Ariana y yo no logramos recuperar el equilibrio tras el giro que dio nuestra relación con la venta del guión: abrigábamos callados rencores, y cada uno de nosotros interpretaba mal las emociones del otro. El sexo se volvió incómodo. Nos habíamos alejado demasiado para desearnos y nos estábamos desenamorando. Habíamos perdido la conexión, esa percepción aguzada de la pareja; y al no conseguir que saltara la chispa, dejamos de intentarlo. Nos enterramos en la rutina diaria.

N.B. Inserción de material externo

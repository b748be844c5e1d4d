"""The one place that knows joblib and Dask: a parallel map over chunks whose results never
depend on the number of jobs or the backend, and the on-disk cache of finished chunks."""
from .plan import ParallelPlan

__all__ = ["ParallelPlan"]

Mi mujer había entablado una amistad, basada en la conmiseración, con Don Miller, el vecino de al lado: un café dos veces por semana, un paseo de vez en cuando… Yo le advertí que era una ingenua por creer que ese hombre no estaba colado por ella, y también por no darse cuenta de que tal circunstancia acabaría afectando su relación con Martinique, la esposa de Don. Nosotros nunca nos habíamos dedicado a vigilarnos mutuamente, así que no la presioné más; el hecho reflejaba mi propia ingenuidad, más que con respecto a Ariana, acerca de hasta qué punto permitiríamos que las cosas se deteriorasen.

Aunque resultara duro reconocerlo, lo cierto es que la mayor parte de ese año estuve pendiente de todo el mundo menos de mí mismo. Lo perdí todo de vista, salvo la película, que entró por fin en fase de preproducción y luego de rodaje.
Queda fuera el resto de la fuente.